Finally the sequence was shot and the Bowery bums were delivered back to their favorite saloon, each with a five-dollar bill clutched in his hand. A few weeks later the picture was finished and released. Immediately letters of protest began to pour into the Triangle offices from deaf people, societies of deaf mutes, and various reform organizations. Anybody who understood lip reading knew that Doug was not making the sort of cute cracks to those booze fighters that the subtitles indicated. The company had to recall all the prints of the picture and get a lip reader to help edit out the ribaldry.
At the time we were working in the Fairbanks picture Ned Hay and I lived at 102 West Forty-fourth Street, just a few doors from the Lambs Club, in a room that cost us six dollars and fifty cents a week. When work was over for the day, we would dash for home, put on our best clothes, don our spats, take our walking sticks, and sally forth to wait in front of the Lambs Club for Dudley and Johnny. Then, after chatting for a few moments before the Lambs in order to give passing pedestrians the impression that we were prosperous members, we would stroll down Fortyfourth Street to the Claridge bar.

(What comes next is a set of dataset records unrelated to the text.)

import type { Order, Settings, Submission } from '../schemas.ts';
import { convert } from '../../../server/engine/units.ts';
import { placesFor, reportedValue, toFigures, toPlaces } from '../../../server/demo/careful-rounding.ts';
import { gaussian } from '../../../server/demo/seeded-random.ts';
import { fitLinearLaw, halfLifeFormula } from '../integrated-laws.ts';
import { kUnitOf } from '../order-analysis.ts';
import { signalLine, type SignalLine } from '../signal-conversion.ts';

/**
 * Seeded generator of invented `reaction-order` submissions, clean or with one slip. Not measurements:
 * two runs, [A]_0 of the second 0.6 times the first (1.4 times for order 0, which would otherwise run
 * out), 13 readings every `span`/12 min; k set so the first run covers `coverage` half-lives (order 0 at
 * most 1.8, i.e. 90 % reacted); Gaussian noise of SD `noise` times the first run's initial signal change,
 * readings rounded to 0.001 (absorbance, mS) or 4 figures of [A]_0 (concentration).
 *
 * The clean student converts each reading to [A] as the assignment says, fits the straight-line form of
 * the true order over both runs (one slope, an intercept per run: the kind's own linear fit, the way a
 * spreadsheet with a column per run is set up; a log10 line's slope is ln's over ln 10), reports k to the place of its SE's second figure in
 * M^(1−n) per minute, and each run's half-life by the order's formula with their first [A], to 3
 * figures. A slip is carried forward: what the student computes after it comes from their own numbers.
 */
export const orderSlips = [
  'order-not-supported',
  'k-unit-order',
  'other-order-law',
  'path-length',
  'transmittance',
  'absorptivity-unit',
  'end-absorbance',
  'half-life-formula',
  'stoichiometric-k',
  'log-base',
  'sign-flipped',
  'time-unit',
  'concentration-unit',
  'sig-figs',
] as const;
export type OrderSlip = (typeof orderSlips)[number];

/** Where the checker names each slip first; `stoichiometric-k` is a convention, named in a note and never charged. */
export const slipPlace: Record<OrderSlip, string> = {
  'order-not-supported': 'reported.order',
  'k-unit-order': 'reported.k.unit',
  'other-order-law': 'reported.k',
  'path-length': 'reported.k',
  transmittance: 'reported.k',
  'absorptivity-unit': 'reported.k',
  'end-absorbance': 'reported.k',
  'half-life-formula': 'runs[0].reported.halfLife',
  'stoichiometric-k': 'reported.k',
  'log-base': 'reported.k',
  'sign-flipped': 'reported.k',
  'time-unit': 'reported.k',
  'concentration-unit': 'reported.k',
  'sig-figs': 'reported.k',
};

export interface TrueRun {
  order: Order;
  /** Half-lives the first run covers. */
  coverage?: number;
  /** Noise SD as a share of the first run's initial signal change. */
  noise?: number;
  /** Minutes the runs last. */
  span?: number;
}

const READINGS = 13;

/** [A] at t by the integrated law (order 0 stops at zero, as the reactant runs out). */
function concentrationAt(order: Order, c0: number, k: number, t: number): number {
  if (order === 0) return Math.max(0, c0 - k * t);
  if (order === 1) return c0 * Math.exp(-k * t);
  return c0 / (1 + k * c0 * t);
}

interface StudentK {
  k: number;
  se: number;
}

/** The student's k of a law's straight line over every run; with log10 for ln the line's slope, and so k, is 1/ln 10 of ln's. */
function studentK(order: Order, runs: ReadonlyArray<{ t: number[]; c: number[] }>, log10: boolean): StudentK {
  const { value, standardError } = fitLinearLaw(order, runs, kUnitOf(order, 'min')).k;
  const scale = log10 && order === 1 ? 1 / Math.LN10 : 1;
  return { k: value * scale, se: standardError * scale };
}
const neighbour = (order: Order): Order => (order === 1 ? 2 : 1);

/**
 * The slips that scale [A] by a factor s (the path length left out: s = l in cm; ε's number taken as
 * M⁻¹ cm⁻¹: its unit's factor; mM for M: 1000). k of order n goes as s^(1−n): s for order 0, 1/s for
 * order 2, unchanged for order 1.
 */
function concentrationScales(settings: Settings): Array<[OrderSlip, number]> {
  const signal = settings.signal;
  const scales: Array<[OrderSlip, number]> = [];
  if (signal.type === 'absorbance') {
    scales.push(['path-length', convert(signal.pathLength.value, signal.pathLength.unit, 'cm')]);
    scales.push(['absorptivity-unit', convert(signal.molarAbsorptivity.value, signal.molarAbsorptivity.unit, 'M^-1 cm^-1') / signal.molarAbsorptivity.value]);
  }
  scales.push(['concentration-unit', 1000]);
  return scales;
}

const SCALINGS: readonly OrderSlip[] = ['path-length', 'absorptivity-unit', 'concentration-unit'];
const near = (a: number, b: number) => Math.abs(a / b - 1) < 0.01;

/**
 * The slips that change what a student of this order reports under these settings, each told apart
 * from the others: a scaling of [A] leaves a first-order k as it is; one that halves k is the
 * stoichiometric convention, which is right; two scalings that give k the same factor (ε in mM⁻¹ cm⁻¹
 * read as M⁻¹ cm⁻¹, and [A] in mM) are one slip to the checker, the first kept. A_∞ left in shifts [A]
 * by a constant, which leaves a zero-order k as it is.
 */
export function slipsFor(settings: Settings, order: Order): OrderSlip[] {
  const signal = settings.signal;
  const kept: number[] = [];
  const scaled = new Set<OrderSlip>();
  for (const [slip, s] of concentrationScales(settings)) {
    const f = order === 0 ? s : 1 / s;
    if (order === 1 || near(f, 1) || near(f, 0.5) || kept.some((g) => near(f, g))) continue;
    kept.push(f);
    scaled.add(slip);
  }
  return orderSlips.filter((slip) => {
    if (SCALINGS.includes(slip)) return scaled.has(slip);
    if (slip === 'log-base') return order === 1;
    if (slip === 'end-absorbance') return signal.type === 'absorbance' && order !== 0 && (signal.endAbsorbance ?? 0) !== 0;
    if (slip === 'transmittance') return signal.type === 'absorbance';
    return true;
  });
}

/** How the student turns a reading into [A]: right, or by a slip of the Beer-Lambert law. */
function studentConversion(settings: Settings, line: SignalLine, slip: OrderSlip | undefined): (x: number) => number {
  const signal = settings.signal;
  if (signal.type === 'absorbance') {
    const epsilon = convert(signal.molarAbsorptivity.value, signal.molarAbsorptivity.unit, 'M^-1 cm^-1');
    const l = convert(signal.pathLength.value, signal.pathLength.unit, 'cm');
    if (slip === 'path-length') return (a) => (a - line.offset) / epsilon;
    if (slip === 'absorptivity-unit') return (a) => (a - line.offset) / (signal.molarAbsorptivity.value * l);
    if (slip === 'end-absorbance') return (a) => a / line.perMolar;
    // T = 10^-A taken for the absorbance, with no A_inf to subtract from it.
    if (slip === 'transmittance') return (a) => 10 ** -a / line.perMolar;
  }
  const scale = slip === 'concentration-unit' ? 1000 : 1;
  return (x) => (scale * (x - line.offset)) / line.perMolar;
}

/** `value` to `places` decimals (negative: tens, hundreds), as `7.4e2`: its last figure is the place. */
function coarser(value: number, places: number): string {
  const figures = Math.max(1, Math.floor(Math.log10(Math.abs(value))) + places + 1);
  return value.toExponential(figures - 1);
}

function roundReading(settings: Settings, value: number, c0: number): number {
  if (settings.signal.type !== 'concentration') return toPlaces(value, 3);
  return toPlaces(value, placesFor(c0 * convert(1, 'M', settings.signal.unit), 4));
}

export function orderSubmission(random: () => number, settings: Settings, studentId: string, truth: TrueRun, slip?: OrderSlip): Submission {
  const uniform = (low: number, high: number) => low + (high - low) * random();
  const { order } = truth;
  const span = truth.span ?? 36;
  const coverage = order === 0 ? Math.min(truth.coverage ?? 2, 1.8) : (truth.coverage ?? 2);
  const line = signalLine(settings.signal);
  // The first run's initial signal change: an absorbance of 0.7 to 0.9, 40 to 60 mM, or 15 to 25 mM of conductance's reactant.
  const c0 = settings.signal.type === 'absorbance' ? uniform(0.7, 0.9) / line.perMolar : settings.signal.type === 'concentration' ? uniform(0.04, 0.06) : uniform(0.015, 0.025);
  const c0s = [c0, (order === 0 ? 1.4 : 0.6) * c0];
  const halfLife = (span / coverage) * uniform(0.9, 1.1);
  const k = order === 0 ? c0 / (2 * halfLife) : order === 1 ? Math.LN2 / halfLife : 1 / (halfLife * c0);
  const sd = (truth.noise ?? 0.005) * c0 * line.perMolar;
  const times = Array.from({ length: READINGS }, (_, i) => (i * span) / (READINGS - 1));
  const runs = c0s.map((c, r) => ({
    label: `${r + 1}`,
    timeUnit: 'min',
    readings: times.map((t): [number, number] => [t, roundReading(settings, line.offset + line.perMolar * concentrationAt(order, c, k, t) + sd * gaussian(random), c0)]),
  }));

  // The student's own work from the readings as written.
  const toC = studentConversion(settings, line, slip);
  const theirRuns = runs.map((run) => ({ t: run.readings.map(([t]) => t), c: run.readings.map(([, x]) => toC(x)) }));
  const reportedOrder = slip === 'order-not-supported' ? (order === 1 ? (random() < 0.5 ? 0 : 2) : 1) : order;
  const lawOrder = slip === 'other-order-law' ? neighbour(order) : reportedOrder;
  let fit: StudentK = studentK(lawOrder, theirRuns, slip === 'log-base');
  if (slip === 'stoichiometric-k') fit = { k: fit.k / 2, se: fit.se / 2 };
  // T rises as A falls: the line runs the other way, and the student drops the sign of its k.
  if (slip === 'transmittance') fit = { k: Math.abs(fit.k), se: fit.se };
  const time = settings.units.time;
  const unitOrder = slip === 'k-unit-order' ? neighbour(reportedOrder) : reportedOrder;
  // In the assignment's time unit, written as per second (per minute where seconds are asked) for the time-unit slip.
  const unit = kUnitOf(unitOrder, slip === 'time-unit' ? (time === 's' ? 'min' : 's') : time);
  const kValue = convert(1, kUnitOf(unitOrder, 'min'), kUnitOf(unitOrder, time)) * fit.k;
  const seValue = convert(1, kUnitOf(unitOrder, 'min'), kUnitOf(unitOrder, time)) * fit.se;
  const reported = reportedValue(slip === 'sign-flipped' ? -kValue : kValue, seValue, unit);
  // Two places coarser than the SE's second figure, written with a power of ten so that no trailing zero leaves the place in doubt.
  if (slip === 'sig-figs') reported.value = coarser(Number(reported.value), placesFor(seValue, 2) - 2);

  // Half-lives from their k (per minute) and their first [A]; the stoichiometric convention's k' is half the loss rate's k.
  const formulaOrder = slip === 'half-life-formula' ? ((reportedOrder + 1) % 3) as Order : reportedOrder;
  const kForHalfLife = slip === 'stoichiometric-k' ? 2 * fit.k : fit.k;
  const perTime = convert(1, 'min', time);
  return {
    studentId,
    runs: runs.map((run, r) => ({
      ...run,
      reported: { halfLife: { value: toFigures(halfLifeFormula(formulaOrder, kForHalfLife, theirRuns[r].c[0]) * perTime, 3), unit: time } },
    })),
    reported: { order: reportedOrder, k: reported },
  };
}
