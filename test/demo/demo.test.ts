import { mkdtemp, readdir, readFile, rm } from 'node:fs/promises';
import { tmpdir } from 'node:os';
import { join } from 'node:path';
import { afterAll, beforeAll, describe, expect, it } from 'vitest';
import { buildApp } from '../../server/app.ts';
import { runDemo } from '../../server/demo/run-demo.ts';
import { openStore } from '../../server/store/connection.ts';
import { folded, pdfText } from '../support/pdf-reading.ts';

// Each file is named as the service names its download: course, section, assignment (each cut after a
// whole word within 60 characters), then what it is. Written by hand from the demo's names.
const PLACE = 'Kinetics_laboratory_invented-Demo_section-Acid-catalysed_first-order_kinetics_invented_scenario_HCl';
const SECOND_PLACE = 'Kinetics_laboratory_invented-Demo_section-Activation_energy_from_rate_constants_at_six_temperatures';
const THIRD_PLACE = 'Kinetics_laboratory_invented-Demo_section-Order_of_the_fading_of_Corvane_violet_invented_scenario';
const sheetName = (place: string) => new RegExp(`^${place}-B-\\d\\d-v1-feedback\\.pdf$`);
const sheetOf = (place: string, id: string) => `${place}-${id}-v1-feedback.pdf`;

describe('npm run demo', () => {
  let dir: string;
  const lines: string[] = [];

  beforeAll(async () => {
    dir = await mkdtemp(join(tmpdir(), 'rateproof-demo-'));
    await runDemo(join(dir, 'out'), (l) => lines.push(l));
  }, 120_000);
  afterAll(async () => rm(dir, { recursive: true, force: true }));

  it('writes a feedback sheet for each of 24 pseudonymous students, the summary and the gradebook', async () => {
    const files = await readdir(join(dir, 'out'));
    const sheets = files.filter((f) => sheetName(PLACE).test(f));
    expect(sheets).toHaveLength(24);
    expect(files).toEqual(expect.arrayContaining([`${PLACE}-summary.pdf`, `${PLACE}-gradebook.csv`, 'database']));
    const gradebook = await readFile(join(dir, 'out', `${PLACE}-gradebook.csv`), 'utf8');
    expect(gradebook.split('\r\n').filter((l) => l !== '')).toHaveLength(25);
  });

  it('labels the invented data in the PDF footer', async () => {
    const text = folded(await pdfText(await readFile(join(dir, 'out', sheetOf(PLACE, 'B-05')))));
    expect(text).toContain('demonstration data: generated, not measured');
    expect(text).toContain('B-05');
  });

  // The first table is the first assignment's; each other kind's follows its heading.
  const second = () => lines.findIndex((l) => l.trim().startsWith('Second assignment'));
  const third = () => lines.findIndex((l) => l.trim().startsWith('Third assignment'));

  it('gives about a third of the section one or two slips, and finds them', () => {
    const rows = lines.slice(0, second()).filter((l) => /^B-\d\d /.test(l));
    expect(rows).toHaveLength(24);
    const withSlips = rows.filter((l) => !/ - +-$/.test(l) && !/^B-\d\d +\S+ +- /.test(l));
    expect(withSlips.length).toBe(8);
    // The first code made is among the codes found, for every student who made slips.
    for (const row of withSlips) {
      const [, made, found] = /^B-\d\d +\S+ +(\S+?),? .*?((?:[a-z-]+(?:, )?)+)$/.exec(row) ?? [];
      expect(found, row).toContain(made.replace(/,$/, ''));
    }
  });

  it('adds a second assignment of the kind temperature-dependence: every third student with one slip, each found, and its documents', async () => {
    const rows = lines.slice(second(), third()).filter((l) => /^B-\d\d /.test(l));
    expect(rows).toHaveLength(24);
    const withSlips = rows.filter((l) => !/^B-\d\d +\S+ +- /.test(l));
    expect(withSlips).toHaveLength(8);
    for (const row of withSlips) {
      const [, made, found] = /^B-\d\d +\S+ +(\S+) +(.*)$/.exec(row) ?? [];
      expect(found.split(', '), row).toContain(made);
    }
    const files = await readdir(join(dir, 'out', 'temperature-dependence'));
    expect(files.filter((f) => sheetName(SECOND_PLACE).test(f))).toHaveLength(24);
    expect(files).toEqual(expect.arrayContaining([`${SECOND_PLACE}-summary.pdf`, `${SECOND_PLACE}-gradebook.csv`]));
  });

  it('adds a third assignment of the kind reaction-order: every second student with one slip, each charged one found, the 2A → P convention uncharged, and its documents', async () => {
    const rows = lines.slice(third()).filter((l) => /^B-\d\d /.test(l));
    expect(rows).toHaveLength(24);
    const withSlips = rows.filter((l) => !/^B-\d\d +\S+ +- /.test(l));
    expect(withSlips).toHaveLength(12);
    for (const row of withSlips) {
      const [, score, made, found] = /^B-\d\d +(\S+) +(\S+) +(.*)$/.exec(row) ?? [];
      // k written for the rate of 2A → P (half the loss rate's) is a convention, accepted with a note.
      if (made === 'stoichiometric-k') expect(score, row).toBe('8/8');
      else expect(found.split(', '), row).toContain(made);
    }
    const files = await readdir(join(dir, 'out', 'reaction-order'));
    expect(files.filter((f) => sheetName(THIRD_PLACE).test(f))).toHaveLength(24);
    expect(files).toEqual(expect.arrayContaining([`${THIRD_PLACE}-summary.pdf`, `${THIRD_PLACE}-gradebook.csv`]));
  });

  it('prints each slip of a sheet once, places in words and numbers whole', async () => {
    const sheets = async (sub: string) => (await readdir(join(dir, 'out', sub))).filter((f) => /-B-\d\d-v1-feedback\.pdf$/.test(f)).map((f) => join(dir, 'out', sub, f));
    // One at a time: pdf.js serves one document at once reliably.
    for (const file of [...(await sheets('')), ...(await sheets('temperature-dependence')), ...(await sheets('reaction-order'))]) {
      const text = await pdfText(await readFile(file));
      // The checker's paths (`runs[0].reported.k`) stay in the JSON.
      expect(folded(text)).not.toMatch(/runs\[|points\[|reported\.[A-Za-z]/);
      // No number broken across lines: none ends in ± or ×, none starts with one or with a power of ten.
      for (const line of text.split(/\n|\f/)) expect(line).not.toMatch(/[±×]\s*$|^\s*([±×] |10[⁻⁰¹²³⁴⁵⁶⁷⁸⁹])/);
    }
    // B-17 made two slips (the demo's table says which): a time unit in every run, and a wrong end value
    // in one. Each is one card; the time unit's other seven places are listed under its first.
    const b17 = folded(await pdfText(await readFile(join(dir, 'out', sheetOf(PLACE, 'B-17')))));
    expect(lines.find((l) => l.startsWith('B-17'))).toMatch(/time-unit, wrong-infinity/);
    expect(b17.match(/time-unit/g)).toHaveLength(1);
    expect(b17).toMatch(/Error · Run “[^”]+”, kobs and 7 more places/);
    expect(b17).toContain('2 findings cost points');
    expect(b17).not.toContain('Counted once');
  });

  it('ends with an instructor token and a TA token, each opening what it says on the demo database', async () => {
    const token = (who: string) => new RegExp(`^${who} token \\(demo-[a-z]+\\): (\\S+)$`).exec(lines.find((l) => l.startsWith(`${who} token`)) ?? '')?.[1];
    const [instructor, ta] = [token('instructor'), token('TA')];
    expect(instructor).toBeDefined();
    expect(ta).toBeDefined();
    const store = openStore({ dataDir: join(dir, 'out', 'database') });
    const app = await buildApp({ config: { dataDir: join(dir, 'out', 'database'), host: '127.0.0.1', port: 0, bodyLimitBytes: 1 << 20, logLevel: 'silent' }, store });
    try {
      const me = async (t: string) => (await app.inject({ method: 'GET', url: '/v1/me', headers: { authorization: `Bearer ${t}` } })).json();
      const [asInstructor, asTa] = [await me(instructor!), await me(ta!)];
      expect([asInstructor.role, asTa.role]).toEqual(['instructor', 'ta']);
      // The TA opens the section's results for every assignment; the instructor the course page as well.
      const [course] = asTa.courses;
      expect(course.assignments).toHaveLength(3);
      for (const a of course.assignments) {
        const results = await app.inject({ method: 'GET', url: `/v1/sections/${course.sections[0].id}/assignments/${a.id}/results`, headers: { authorization: `Bearer ${ta}` } });
        expect(results.statusCode).toBe(200);
      }
      const staff = (t: string) => app.inject({ method: 'GET', url: `/v1/courses/${course.id}/staff`, headers: { authorization: `Bearer ${t}` } });
      expect([(await staff(instructor!)).statusCode, (await staff(ta!)).statusCode]).toEqual([200, 403]);
    } finally {
      await app.close();
      await store.close();
    }
  });
});
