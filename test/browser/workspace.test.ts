import { readFile, writeFile } from 'node:fs/promises';
import { tmpdir } from 'node:os';
import { join } from 'node:path';
import type { Browser, Page } from 'playwright-core';
import { afterAll, beforeAll, describe, expect, it } from 'vitest';
import { generateSection } from '../../kinds/first-order-catalysis/demo/generated-section.ts';
import { seededRandom } from '../../server/demo/seeded-random.ts';
import { generateAssignment } from '../../kinds/first-order-catalysis/demo/submission-generator.ts';
import { call, openApi, seedCourse, type Api, type Seed } from '../support/api-fixture.ts';
import { CHROMIUM_ABSENT, chromiumPresent, launchChromium } from '../support/chromium.ts';
import { signIn as signInAt, watchProblems } from '../support/workspace-page.ts';

if (!chromiumPresent) console.warn(CHROMIUM_ABSENT);
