# The service's image: compiled in a build stage with the development tools, run from a stage that
# holds the production dependencies, the compiled JavaScript and the workspace files only.
# Node 24: the newest release line the project runs on (CI smoke-tests 22 and 24); Node 20 is past
# its end of life.
ARG NODE_IMAGE=node:24-bookworm-slim

FROM ${NODE_IMAGE} AS build
WORKDIR /app
COPY package.json package-lock.json ./
# --ignore-scripts: `prepare` would compile before the sources are here; compiled below instead.
RUN npm ci --ignore-scripts --no-audit --no-fund
COPY tsconfig.json tsconfig.build.json ./
COPY server ./server
COPY kinds ./kinds
COPY schemas ./schemas
COPY reports ./reports
COPY migrations ./migrations
RUN npm run build

FROM ${NODE_IMAGE} AS runtime
ENV NODE_ENV=production \
    HOST=0.0.0.0 \
    PORT=3000 \
    RATEPROOF_DATA_DIR=/var/lib/rateproof
WORKDIR /app
COPY package.json package-lock.json ./
# Production dependencies only (the fonts the sheets use come with dejavu-fonts-ttf); --ignore-scripts
# skips `prepare`, which would compile, and no production dependency needs an install script.
RUN npm ci --omit=dev --ignore-scripts --no-audit --no-fund && npm cache clean --force
# The migrations are compiled into dist/migrations/ and applied at start-up.
COPY --from=build /app/dist ./dist
COPY bin ./bin
COPY web ./web
# The embedded database's folder, used only without DATABASE_URL (one process, a demo).
RUN mkdir -p /var/lib/rateproof && chown node:node /var/lib/rateproof
# The official Node images' unprivileged user: the service writes nothing under /app.
USER node
EXPOSE 3000
# Alive, not ready: a database restart must not mark every process unhealthy (compose waits on /ready).
HEALTHCHECK --interval=10s --timeout=5s --start-period=20s --retries=3 \
  CMD ["node", "dist/server/probe-cli.js", "/health"]
CMD ["node", "bin/rateproof.js", "serve"]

This was the gathering place for the masculine celebrities of Broadway. Any night we were likely to see William and Dustin Farnum, Lowell Sherman, Willard Mack, Arnold Daly, Caruso, Willie Collier, and many others. John Barrymore was almost as familiar a face in Claridge's bar as the bartender.
We four would step up to the brass rail and order a round of beers. One of us, with a gesture of largess, would pay for the first round. When that one was consumed, the next man would say, "Another round of beers, bartender."
Sometimes there would be a friendly argument as to who would pay.
"This one's on me."
"No, no. This is my treat."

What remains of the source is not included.